- Owning a home in the US has become incredibly difficult for first-time buyers.
- Ribbon, a startup founded by an ex-Twitter engineer, aims to help millions buy their own properties.
- The company's "power buyer" model enables homeowners to make all-cash offers for their homes.
The housing market has made for increasingly grim viewing for anyone trying to buy in the US, particularly millennial and Gen Z first-time buyers.
House prices in the US surged by almost 19% last year, according to the S&P CoreLogic Case-Shiller US National Home Price Index, placing the already difficult-to-achieve goal of owning a home out of the reach of even more would-be buyers. The volume of homes up for sale is near record lows, while interest-rate hikes continue to put upward pressure on mortgage rates.
It has created an environment that has emboldened those with cash, particularly investors. Cash buyers made up 28% of all purchases in March, according to figures from the National Association of Realtors, a 5 percentage-point jump over the same month last year.
Ribbon, headquartered in New York, is one of a collection of startups hoping to halt falling affordability and help normal homeowners compete with investors. The startup has developed a "power buyer" model that enables bidders to make all-cash offers.

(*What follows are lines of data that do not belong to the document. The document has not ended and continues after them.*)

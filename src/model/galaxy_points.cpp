// SPDX-License-Identifier: GPL-2.0-or-later
#include "model/galaxy_points.h"

#include <algorithm>
#include <array>
#include <cmath>
#include <map>

#include "base/error.h"
#include "base/parallel.h"
#include "model/galaxy_pixels.h"
#include "model/spectral_stencil.h"
#include "physics/spectral_law.h"
#include "sphere/sky_map.h"

namespace foreglow {
namespace {

constexpr std::int64_t block = 16;          // lines of sight of one task
constexpr double stencil_step = 0.3;        // of ln nu, as make's truth maps
constexpr double turn_between_nodes = 0.3;  // rad, of 2 RM lambda^2, as make's bands
constexpr std::size_t nodes_at_once = 256;  // tables of more would not stay in the cache
constexpr double reference_hz = 408e6;
// Bands are made for the first of these that the largest rotation measure does not exceed [rad/m^2].
constexpr std::array depth_levels{30.0, 120.0, 480.0, 1920.0, 7680.0};

/// Frequencies in the order in which they were first asked for, each once.
class FrequencyList {
  public:
    std::size_t add(double hz) {
        const auto [found, is_new] = places_.emplace(hz, frequencies_.size());
        if (is_new) frequencies_.push_back(Frequency::from_hz(hz));
        return found->second;
    }
    [[nodiscard]] const std::vector<Frequency>& frequencies() const { return frequencies_; }

  private:
    std::map<double, std::size_t> places_;
    std::vector<Frequency> frequencies_;
};

/// Where the numbers of a row stand among the frequencies.
struct RowNodes {
    std::array<std::size_t, SpectralStencil::count> stencil{};
    std::vector<std::size_t> band, stokes_band;
    std::vector<double> weights, stokes_weights;
};

/// The tables that some rows want.
struct Prepared {
    std::vector<RowNodes> rows;
    std::array<std::size_t, SpectralStencil::count> reference{};
    std::vector<Frequency> frequencies;
    std::vector<std::unique_ptr<GalaxyPixels>> parts;  // each of up to nodes_at_once frequencies
};

std::array<std::size_t, SpectralStencil::count> add_stencil(FrequencyList& list, Frequency middle) {
    const SpectralStencil stencil(middle, stencil_step);
    std::array<std::size_t, SpectralStencil::count> places{};
    for (std::size_t k = 0; k < places.size(); ++k)
        places[k] = list.add(stencil.frequency(k).hz());
    return places;
}

// ln T of a stencil's five frequencies; false where one is not above zero.
bool read_stencil(const std::array<std::size_t, SpectralStencil::count>& places, std::span<const double> i,
                  std::array<double, SpectralStencil::count>& log_t) {
    for (std::size_t k = 0; k < places.size(); ++k) {
        if (!(i[places[k]] > 0)) return false;
        log_t[k] = std::log(i[places[k]]);
    }
    return true;
}

double weighted_sum(std::span<const double> values, const std::vector<std::size_t>& places,
                    const std::vector<double>& weights) {
    double sum = 0;
    for (std::size_t k = 0; k < places.size(); ++k)
        sum += weights[k] * values[places[k]];
    return sum;
}

PointValues make_sized(std::size_t count, bool polarized) {
    PointValues out;
    for (auto* column : {&out.brightness, &out.amplitude, &out.index, &out.curvature, &out.index_reference,
                         &out.electron_slope})
        column->resize(count);
    out.q.resize(polarized ? count : 0);
    out.u.resize(polarized ? count : 0);
    return out;
}

}  // namespace

struct GalaxyPoints::Impl {
    Impl(const GalaxySpec& galaxy_in, Frequency reference_in, const HealpixGrid& grid_in, bool polarized_in)
        : galaxy(galaxy_in),
          reference(reference_in),
          grid(grid_in),
          polarized(polarized_in),
          table(galaxy),
          waves(galaxy, grid, polarized) {}

    [[nodiscard]] std::unique_ptr<Prepared> prepare(std::span<const PointRow> rows, double depth) const;
    [[nodiscard]] double largest_depth(std::span<const std::int64_t> pixels) const;
    [[nodiscard]] const Prepared& prepared_for(std::span<const std::int64_t> pixels,
                                               std::span<const PointRow> rows) const;
    [[nodiscard]] GalaxySightline line(const Prepared& prepared, std::int64_t pixel, std::size_t place) const;
    void store(const Prepared& prepared, const GalaxySightline& line, std::size_t place,
               std::vector<PointValues>& out) const;

    GalaxySpec galaxy;
    Frequency reference;
    HealpixGrid grid;
    bool polarized;
    GalaxyTable table;
    TurbulenceWaves waves;
    mutable TurbulenceFields fields;                                    // at the pixels asked for last
    mutable std::map<std::size_t, std::unique_ptr<Prepared>> prepared;  // by depth level
};

std::unique_ptr<Prepared> GalaxyPoints::Impl::prepare(std::span<const PointRow> rows, double depth) const {
    auto out = std::make_unique<Prepared>();
    FrequencyList list;
    out->reference = add_stencil(list, reference);
    for (const PointRow& row : rows) {
        RowNodes nodes;
        nodes.stencil = add_stencil(list, row.at);
        nodes.weights = row.band.weights;
        for (const double hz : row.band.hz)
            nodes.band.push_back(list.add(hz));
        const BandSum stokes =
            polarized && row.refine ? row.refine(turn_between_nodes / (2 * depth)) : row.band;
        nodes.stokes_weights = stokes.weights;
        for (const double hz : stokes.hz)
            nodes.stokes_band.push_back(list.add(hz));
        out->rows.push_back(std::move(nodes));
    }
    out->frequencies = list.frequencies();
    for (std::size_t first = 0; first < out->frequencies.size(); first += nodes_at_once)
        out->parts.push_back(std::make_unique<GalaxyPixels>(
            galaxy, table, fields, grid, polarized,
            std::span(out->frequencies)
                .subspan(first, std::min(nodes_at_once, out->frequencies.size() - first))));
    return out;
}

double GalaxyPoints::Impl::largest_depth(std::span<const std::int64_t> pixels) const {
    const std::array one{Frequency::from_hz(reference_hz)};
    const GalaxyPixels maker(galaxy, table, fields, grid, false, one);
    std::vector<double> depths(pixels.size());
    parallel_for_blocks(
        static_cast<std::int64_t>(pixels.size()), block, [&](std::int64_t begin, std::int64_t end) {
            for (auto i = static_cast<std::size_t>(begin); i < static_cast<std::size_t>(end); ++i)
                depths[i] = maker.pixel(pixels[i], i, GalaxySampling{}).largest_depth;
        });
    return depths.empty() ? 0.0 : *std::max_element(depths.begin(), depths.end());
}

const Prepared& GalaxyPoints::Impl::prepared_for(std::span<const std::int64_t> pixels,
                                                 std::span<const PointRow> rows) const {
    const bool refines = polarized && std::any_of(rows.begin(), rows.end(), [](const PointRow& row) {
                             return static_cast<bool>(row.refine);
                         });
    std::size_t level = 0;
    if (refines) {
        const double depth = largest_depth(pixels);
        while (level + 1 < depth_levels.size() && depth > depth_levels[level])
            ++level;
    }
    auto& entry = prepared[level];
    if (!entry) entry = prepare(rows, depth_levels[level]);
    FOREGLOW_EXPECTS(entry->rows.size() == rows.size());
    return *entry;
}

GalaxySightline GalaxyPoints::Impl::line(const Prepared& tables, std::int64_t pixel,
                                         std::size_t place) const {
    GalaxySightline all;
    for (const auto& part : tables.parts) {
        const GalaxySightline some = part->pixel(pixel, place, GalaxySampling{});
        all.i.insert(all.i.end(), some.i.begin(), some.i.end());
        all.q.insert(all.q.end(), some.q.begin(), some.q.end());
        all.u.insert(all.u.end(), some.u.begin(), some.u.end());
    }
    return all;
}

void GalaxyPoints::Impl::store(const Prepared& tables, const GalaxySightline& line, std::size_t place,
                               std::vector<PointValues>& out) const {
    std::array<double, SpectralStencil::count> log_t{};
    const double index_reference = read_stencil(tables.reference, line.i, log_t)
                                       ? SpectralStencil(reference, stencil_step).index(log_t)
                                       : undefined_pixel;
    for (std::size_t r = 0; r < out.size(); ++r) {
        const RowNodes& nodes = tables.rows[r];
        PointValues& values = out[r];
        values.amplitude[place] = line.i[tables.reference[SpectralStencil::count / 2]];
        values.brightness[place] = weighted_sum(line.i, nodes.band, nodes.weights);
        values.index_reference[place] = index_reference;
        const SpectralStencil stencil(tables.frequencies[nodes.stencil[SpectralStencil::count / 2]],
                                      stencil_step);
        const bool good = read_stencil(nodes.stencil, line.i, log_t);
        values.index[place] = good ? stencil.index(log_t) : undefined_pixel;
        values.curvature[place] = good ? stencil.curvature(log_t) : undefined_pixel;
        values.electron_slope[place] = electron_slope(values.index[place]);
        if (!polarized) continue;
        values.q[place] = weighted_sum(line.q, nodes.stokes_band, nodes.stokes_weights);
        values.u[place] = weighted_sum(line.u, nodes.stokes_band, nodes.stokes_weights);
    }
}

GalaxyPoints::GalaxyPoints(const GalaxySpec& galaxy, Frequency reference, const HealpixGrid& grid,
                           bool polarized)
    : impl_(std::make_unique<Impl>(galaxy, reference, grid, polarized)) {}
GalaxyPoints::~GalaxyPoints() = default;
GalaxyPoints::GalaxyPoints(GalaxyPoints&&) noexcept = default;
GalaxyPoints& GalaxyPoints::operator=(GalaxyPoints&&) noexcept = default;

std::vector<PointValues> GalaxyPoints::answer(std::span<const std::int64_t> pixels,
                                              std::span<const PointRow> rows) const {
    impl_->fields = impl_->waves.at(pixels);
    const Prepared& prepared = impl_->prepared_for(pixels, rows);
    std::vector<PointValues> out(rows.size(), make_sized(pixels.size(), impl_->polarized));
    parallel_for_blocks(
        static_cast<std::int64_t>(pixels.size()), block, [&](std::int64_t begin, std::int64_t end) {
            for (auto i = static_cast<std::size_t>(begin); i < static_cast<std::size_t>(end); ++i)
                impl_->store(prepared, impl_->line(prepared, pixels[i], i), i, out);
        });
    return out;
}

}  // namespace foreglow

"The reason why cash offers are so powerful is because they are very certain to the seller," Wei Gan, Ribbon's cofounder and a former Twitter engineer, told Insider.
"If you price everyone out of ownership in the lower end of the market, the demand for rental goes up and makes it even more lucrative to be a real-estate investor," Gan said.
Gan, who acts as Ribbon's chief technology officer, said the startup was "built to fight that" and that he hoped the promise of cash offers would be enough for buyers to gain an advantage over established investors.
Ribbon charges a commission of between 1% and 3% to help homebuyers secure the property they want. Under its "boost" program, the company backs a buyer's offer with cash to make it stronger. Alternatively, through "reserve," the company will purchase the home on the buyer's behalf, let them move in immediately and pay rent, and then sell the home back to them at the same price.
Buyers secure preapproval either through Ribbon or their own lender, with Ribbon acting as an underwriter, using its system to both appraise a home and identify the lending eligibility of the buyer.
The buyer is able to rent for a period of up to three months once the sale is secured, with the properties available for RibbonCash offers ranging from $150,000 to $1 million and applying to homes built after 1960.
It diverges from the typical route of relying on bank lending to push through a sale, which Ribbon says drags out the buying process and leaves the buyer at risk of losing the home.
Gan joined Twitter after TellApart, the ad-targeting company he worked for, was acquired by the social-media giant in a $530 million deal in 2015. He said he used the money he earned from the takeover to buy a home with cash, the ease of which was a factor in inspiring the founding of Ribbon alongside his cofounder, Shaival Shah.
He hopes to make Ribbon a multibillion-dollar company and join the ranks of D.R. Horton, Zillow, and Opendoor in the real-estate-tech sector.
"Residential real estate is this huge asset class in the US, so why isn't there an Amazon, or even an Airbnb-sized $100 billion company?" Gan said.
"I think a lot of these companies in this space, including us, are trying to build towards that," he added. "And we're certainly a lot smaller than those companies right now, but I would hazard to guess that we're a lot faster-growing."
Investors have increasingly viewed America's booming real-estate market as a good hedge against inflation. In January, one-third of all US homes for sale were bought by investors, the highest percentage in at least a decade, according to John Burns, a housing expert.
The startup operates in 11 states, including Texas, Georgia, and Virginia, and plans to more than double its footprint to 25 by the end of the year.
Frances Bryant, Ribbon's director of financial products and programs, said the shortage of supply meant the company had already seen multiple customers competing for the same home on a nearly daily basis.